Эти слова заставили франкских гостей философа обратить внимание на стол, накрытый в этом изящном покое. Ложа вокруг стола говорили о том, что мужчины по образцу древних римлян примут участие в пиршестве полулежа, а сиденья, расставленные между ними, указывали, что ожидались и женщины, которые, по греческому обычаю, будут есть сидя.

Яств на столе было не очень много, но по своей изысканности они могли соперничать и с роскошными блюдами, которыми некогда славились, легендарные пиры Тримальхиона, и с утонченными произведениями греческой кухни, и с излюбленными на Востоке пряными кушаньями. Агеласт не без тщеславия пригласил своих гостей разделить с ним скромную трапезу бедного пустынника.

— Мы равнодушны к лакомствам, — сказал граф, — а наша нынешняя жизнь пилигримов, связанных священным обетом, еще менее располагает к чревоугодию. Что едят простые воины, то годится и для нас с графиней, ибо мы дали клятву в любой час быть готовыми к бою, и чем меньше дорогих минут уйдет у нас на приготовление к нему, тем лучше. Однако раз этот добрый человек просит, сядь, Бренгильда, и не будем тратить слишком много времени на еду, поскольку мы можем употребить его на что-нибудь другое.

— Умоляю о прощении, — сказал Агеласт, — но повремените немного, пока не подойдут мои друзья, которые, как вы можете судить по музыке, уже совсем близко и, если и отсрочат вашу трапезу, то ненадолго.
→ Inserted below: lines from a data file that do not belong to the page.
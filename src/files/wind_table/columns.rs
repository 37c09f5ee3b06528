//! Which columns hold time, speed and direction: by their names, else by how their values behave.

use super::clock::Clock;

/// One column of the body.
pub(super) struct Column {
    pub name: String,
    /// Numbers in row order; `None` where the cell holds none.
    pub numbers: Vec<Option<f64>>,
}

/// Speed and direction, and how they were told.
pub(super) struct WindColumns {
    pub speed: usize,
    pub direction: usize,
    pub named: bool,
    pub reason: String,
}

/// Values people use for "no value"; they must not spoil the look at a column.
pub(super) const CODES: [f64; 17] = [
    -9999.9, -9999.0, -999.9, -999.0, -99.9, -99.0, -9.0, 99.0, 99.9, 99.99, 999.0, 999.9, 990.0, 9999.0,
    9999.9, 99999.0, 32767.0,
];

pub(super) fn is_code(value: f64) -> bool {
    CODES.iter().any(|code| (code - value).abs() < 1e-6 * code.abs())
}

impl Column {
    /// Numbers that are no code.
    fn values(&self) -> impl Iterator<Item = f64> {
        self.numbers.iter().flatten().copied().filter(|v| !is_code(*v))
    }

    fn share_of_numbers(&self) -> f64 {
        self.values().count() as f64 / self.numbers.len().max(1) as f64
    }

    /// Mean step from row to row over the range: small for smooth series and counters.
    fn roughness(&self) -> f64 {
        let values: Vec<f64> = self.values().collect();
        let (low, high) =
            values.iter().fold((f64::INFINITY, f64::NEG_INFINITY), |(l, h), v| (l.min(*v), h.max(*v)));
        let steps: f64 = values.windows(2).map(|w| (w[1] - w[0]).abs()).sum();
        steps / (values.len().max(2) - 1) as f64 / (high - low).max(1e-12)
    }
}

/// Finds speed and direction; `None` when nothing looks like them.
pub(super) fn wind(columns: &[Column], taken: &[usize]) -> Option<WindColumns> {
    let best_named = |score: fn(&str) -> u32| {
        let mut best: Option<(u32, usize)> = None;
        for (at, column) in columns.iter().enumerate().filter(|(at, _)| !taken.contains(at)) {
            let score = score(&column.name);
            if score > 0 && best.is_none_or(|(s, _)| score > s) {
                best = Some((score, at));
            }
        }
        best.map(|(_, at)| at)
    };
    match (best_named(speed_score), best_named(direction_score)) {
        (Some(speed), Some(direction)) if speed != direction => Some(WindColumns {
            speed,
            direction,
            named: true,
            reason: format!(
                "speed in column {} ({:?}), direction in column {} ({:?}): by their names",
                speed + 1,
                columns[speed].name,
                direction + 1,
                columns[direction].name
            ),
        }),
        (speed, direction) => by_values(columns, taken, speed, direction),
    }
}

/// Columns named as components toward east and north.
pub(super) fn components(columns: &[Column], taken: &[usize]) -> Option<(usize, usize)> {
    let find = |names: &[&str], word: &str| {
        columns.iter().enumerate().position(|(at, column)| {
            let words = words(&column.name);
            let first = words.first().map(String::as_str).unwrap_or("");
            !taken.contains(&at)
                && !spoilt(&words)
                && (names.contains(&first) || words.iter().any(|w| w == word))
        })
    };
    let east = find(&["u", "u10", "u10m", "10u", "uas", "uwnd", "ugrd"], "eastward")?;
    let north = find(&["v", "v10", "v10m", "10v", "vas", "vwnd", "vgrd"], "northward")?;
    Some((east, north))
}

/// A column named for gusts, with numbers in it.
pub(super) fn gust(columns: &[Column]) -> Option<usize> {
    columns.iter().position(|column| {
        let words = words(&column.name);
        let has = |list: &[&str]| words.iter().any(|w| list.contains(&w.as_str()));
        let beside = has(&["dir", "direction", "source", "src", "uncert", "flag", "qc", "code", "time"]);
        has(&["gust", "gusts", "windgust", "wgust"]) && !beside && column.values().next().is_some()
    })
}

/// Columns that say where a row belongs: longitude and latitude, or a station.
pub(super) struct Places {
    pub lonlat: Option<[usize; 2]>,
    pub station: Option<usize>,
}

pub(super) fn places(columns: &[String]) -> Places {
    let find = |names: &[&str]| {
        columns
            .iter()
            .position(|name| words(name).first().is_some_and(|first| names.contains(&first.as_str())))
    };
    let lon = find(&["lon", "longitude", "long", "lng"]);
    let lat = find(&["lat", "latitude"]);
    let station = find(&["station", "site", "mast", "cell", "stn", "stationid", "point"]);
    Places { lonlat: lon.zip(lat).map(|(lon, lat)| [lon, lat]), station }
}

/// The pair of columns that behaves like speed and direction: all speeds 0–60 with many values,
/// all directions 0–360 reaching past 180, as near to each other as can be, and restless.
fn by_values(
    columns: &[Column],
    taken: &[usize],
    speed: Option<usize>,
    direction: Option<usize>,
) -> Option<WindColumns> {
    let range = |at: &usize| {
        let column: &Column = &columns[*at];
        column.values().fold((f64::INFINITY, f64::NEG_INFINITY), |(l, h), v| (l.min(v), h.max(v)))
    };
    let free = |at: &usize| !taken.contains(at) && columns[*at].share_of_numbers() > 0.3;
    // Blanks and codes between them do not part two columns: count only columns that vary.
    let varies: Vec<usize> = (0..columns.len()).filter(|at| free(at) && range(at).1 > range(at).0).collect();
    let place = |at: usize| varies.iter().position(|v| *v == at);
    let speeds: Vec<usize> = match speed {
        Some(at) => vec![at],
        None => varies
            .iter()
            .copied()
            .filter(|at| {
                let (low, high) = range(at);
                (0.0..10.0).contains(&low) && (0.5..60.0).contains(&high)
            })
            .collect(),
    };
    let directions: Vec<usize> = match direction {
        Some(at) => vec![at],
        None => varies
            .iter()
            .copied()
            .filter(|at| {
                let (low, high) = range(at);
                low >= 0.0 && high <= 360.0 && high > 180.0
            })
            .collect(),
    };
    let mut best: Option<(f64, usize, usize)> = None;
    for &s in &speeds {
        for &d in directions.iter().filter(|d| **d != s) {
            let (Some(a), Some(b)) = (place(s), place(d)) else { continue };
            let score = columns[s].roughness() + columns[d].roughness() - 0.2 * a.abs_diff(b) as f64;
            if best.is_none_or(|(so_far, ..)| score > so_far) {
                best = Some((score, s, d));
            }
        }
    }
    let (_, speed, direction) = best?;
    let (slow, fast) = range(&speed);
    let (least, most) = range(&direction);
    Some(WindColumns {
        speed,
        direction,
        named: false,
        reason: format!(
            "speed in column {} (values {slow} to {fast}), direction in column {} (values {least} to {most}): no \
             names; the neighbouring pair that behaves most like wind",
            speed + 1,
            direction + 1
        ),
    })
}

/// Columns that together make the time, and how they were told.
pub(super) fn time(columns: &[Column], first_rows: &[Vec<String>]) -> (Vec<usize>, String) {
    let words: Vec<Vec<String>> = columns.iter().map(|c| words(&c.name)).collect();
    let find = |names: &[&str]| {
        words.iter().position(|w| w.first().is_some_and(|first| names.contains(&first.as_str())))
    };
    let reads = |chosen: &[usize]| {
        let good = |row: &&Vec<String>| {
            let cells: Vec<&str> = chosen.iter().filter_map(|c| row.get(*c)).map(String::as_str).collect();
            [false, true].iter().any(|&day_first| {
                Clock { day_first, hours_with_minutes: chosen.len() == 4 }.stamp(&cells).is_some()
                    || Clock { day_first, hours_with_minutes: false }.stamp(&cells).is_some()
            })
        };
        !first_rows.is_empty() && first_rows.iter().filter(good).count() * 10 >= first_rows.len() * 9
    };
    // A stamp with its zone cannot be folded by summer time, so it goes before everything.
    let zoned = (0..columns.len()).find(|&c| {
        first_rows.iter().all(|r| r.get(c).is_some_and(|cell| super::clock::has_zone(cell))) && reads(&[c])
    });
    if let Some(c) = zoned {
        return (vec![c], format!("time in column {}: a date and time with its zone", c + 1));
    }
    if let (Some(y), Some(m), Some(d)) = (
        find(&["year", "yr", "yyyy"]),
        find(&["month", "mo", "mon", "mm"]),
        find(&["day", "dy", "dd", "dom"]),
    ) {
        let mut chosen = vec![y, m, d];
        if let Some(hour) = find(&["hour", "hr", "hh", "hrmn", "hhmm"]) {
            chosen.push(hour);
            chosen.extend(find(&["minute", "min", "mn", "mi"]));
        }
        if reads(&chosen) {
            return (chosen, "time in columns named year, month, day and on".to_owned());
        }
    }
    if let Some(date) = (0..columns.len()).find(|&c| written_date(first_rows, c) && reads(&[c])) {
        let of_day =
            (0..columns.len()).find(|&c| c != date && time_of_day_column(first_rows, c) && reads(&[date, c]));
        return match of_day {
            Some(c) => {
                (vec![date, c], format!("date in column {}, time of day in column {}", date + 1, c + 1))
            }
            None => (vec![date], format!("date in column {}", date + 1)),
        };
    }
    match counted_clock(columns) {
        Some(chosen) => {
            let listed: Vec<String> = chosen.iter().map(|c| (c + 1).to_string()).collect();
            (chosen, format!("time in columns {}: they count up evenly as a clock does", listed.join(", ")))
        }
        None => (Vec::new(), "no time columns found".to_owned()),
    }
}

fn written_date(rows: &[Vec<String>], column: usize) -> bool {
    let dated =
        |cell: &String| cell.len() >= 8 && cell.contains(['-', '/', '.', ':', ' ']) && !cell.starts_with('-');
    let compact = |cell: &String| {
        matches!(cell.len(), 8 | 12 | 14)
            && cell.starts_with(['1', '2'])
            && cell.bytes().all(|b| b.is_ascii_digit())
    };
    let short = |cell: &String| cell.matches('/').count() == 2;
    rows.iter().all(|r| r.get(column).is_some_and(|c| dated(c) || compact(c) || short(c)))
}

fn time_of_day_column(rows: &[Vec<String>], column: usize) -> bool {
    rows.iter().all(|r| r.get(column).is_some_and(|c| c.contains(':') && c.len() <= 11))
}

/// Nameless columns year, month, day, hour, minute in this order: those whose times step evenly.
fn counted_clock(columns: &[Column]) -> Option<Vec<usize>> {
    let rows = columns.first()?.numbers.len().min(2000);
    let in_range = |at: usize, low: f64, high: f64| {
        columns.get(at).is_some_and(|c| {
            c.numbers[..rows].iter().all(|v| v.is_some_and(|v| v >= low && v <= high && v.fract() == 0.0))
        })
    };
    let year = (0..columns.len()).find(|&c| in_range(c, 1900.0, 2100.0))?;
    for first in year + 1..(year + 4).min(columns.len()) {
        for count in [4, 3] {
            let rest: Vec<usize> = (first..first + count).collect();
            let limits = [(1.0, 12.0), (1.0, 31.0), (0.0, 24.0), (0.0, 59.0)];
            if !rest.iter().zip(limits).all(|(&c, (low, high))| in_range(c, low, high)) {
                continue;
            }
            let chosen: Vec<usize> = std::iter::once(year).chain(rest).collect();
            let times: Vec<i64> = (0..rows)
                .filter_map(|row| {
                    let cells: Vec<String> = chosen
                        .iter()
                        .filter_map(|&c| columns[c].numbers[row])
                        .map(|v| v.to_string())
                        .collect();
                    Clock::default().stamp(&cells.iter().map(String::as_str).collect::<Vec<_>>())
                })
                .collect();
            let even = times.windows(2).filter(|w| w[1] > w[0]).count();
            if times.len() == rows && rows > 2 && even * 100 >= (rows - 1) * 95 {
                return Some(chosen);
            }
        }
    }
    None
}

/// How much a name sounds like mean wind speed.
fn speed_score(name: &str) -> u32 {
    let words = words(name);
    let has = |list: &[&str]| words.iter().any(|w| list.contains(&w.as_str()));
    if spoilt(&words) || has(&["dir", "direction"]) {
        return 0;
    }
    if has(&["wspd", "windspeed", "wspeed", "windspd", "windspeedavg", "sknt", "wndspd"])
        || has(&["wind", "wnd"]) && has(&["speed", "spd", "velocity", "vel"])
    {
        4
    } else if has(&["ws", "ff", "ws10m", "wspd10"]) {
        3
    } else if has(&["speed", "spd", "velocity"]) {
        2
    } else {
        0
    }
}

/// How much a name sounds like wind direction.
fn direction_score(name: &str) -> u32 {
    let words = words(name);
    let has = |list: &[&str]| words.iter().any(|w| list.contains(&w.as_str()));
    if spoilt(&words) {
        return 0;
    }
    if has(&["wdir", "winddir", "winddirection", "wnddir", "drct", "wdr"])
        || has(&["wind", "wnd"]) && has(&["dir", "direction", "from", "toward", "bearing"])
    {
        4
    } else if has(&["wd", "dd", "wd10m"]) {
        3
    } else if has(&["dir", "direction", "drift", "bearing"]) {
        2
    } else {
        0
    }
}

/// Names of flags, gusts and scatter beside the value itself.
fn spoilt(words: &[String]) -> bool {
    const SPOILERS: [&str; 23] = [
        "gust",
        "gusts",
        "max",
        "peak",
        "min",
        "source",
        "src",
        "uncert",
        "flag",
        "qc",
        "quality",
        "std",
        "sd",
        "sigma",
        "stdev",
        "var",
        "code",
        "fastest",
        "type",
        "attributes",
        "sonic",
        "vertical",
        "count",
    ];
    words.iter().any(|w| SPOILERS.contains(&w.as_str()))
}

/// A name cut into lower-case words, also at `camelCase` joints.
fn words(name: &str) -> Vec<String> {
    let mut spaced = String::with_capacity(name.len() + 8);
    let mut last_lower = false;
    for c in name.chars() {
        if c.is_uppercase() && last_lower {
            spaced.push(' ');
        }
        last_lower = c.is_lowercase();
        spaced.push(c);
    }
    spaced
        .to_lowercase()
        .split(|c: char| !c.is_alphanumeric())
        .filter(|w| !w.is_empty())
        .map(str::to_owned)
        .collect()
}

#[cfg(test)]
mod tests {
    use super::*;

    #[test]
    fn names_of_means_win_over_gusts_and_flags() {
        assert!(speed_score("Wspd (m/s)") > 0 && speed_score("Wspd source") == 0);
        assert!(speed_score("wind_speed") > speed_score("speed"));
        assert_eq!(speed_score("wind_gust"), 0);
        assert!(direction_score("Wdir (degrees)") > 0 && direction_score("Wdir uncert (code)") == 0);
        assert!(direction_score("WindDir") > 0 && speed_score("WindDir") == 0);
    }
}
— Ради нас торопиться не нужно, — сказал граф, — и, поскольку ты считаешь это вопросом приличия, Бренгильда и я — мы вполне можем подождать с едой, но я бы предпочел, чтобы ты разрешил нам теперь же съесть по куску хлеба и запить его чашкой воды, дабы, подкрепившись таким образом, мы уступили место твоим более занимательным и близким тебе гостям.

— Да спасут меня от этого святые угодники! — воскликнул Агеласт. — Никогда еще более высокочтимые гости не садились и не сядут за мой стол, даже если бы само святейшее семейство императора Алексея вошло сейчас в эти ворота.

Не успел он договорить, как раздался мощный зов трубы, куда более громкий, чем звучавшая до сих пор музыка. Эти трубные звуки гремели у самого входа в храм, заглушая рокот водопада, и проникали в дом, как дамасская сталь в броню, как меч в тело, облаченное в доспехи.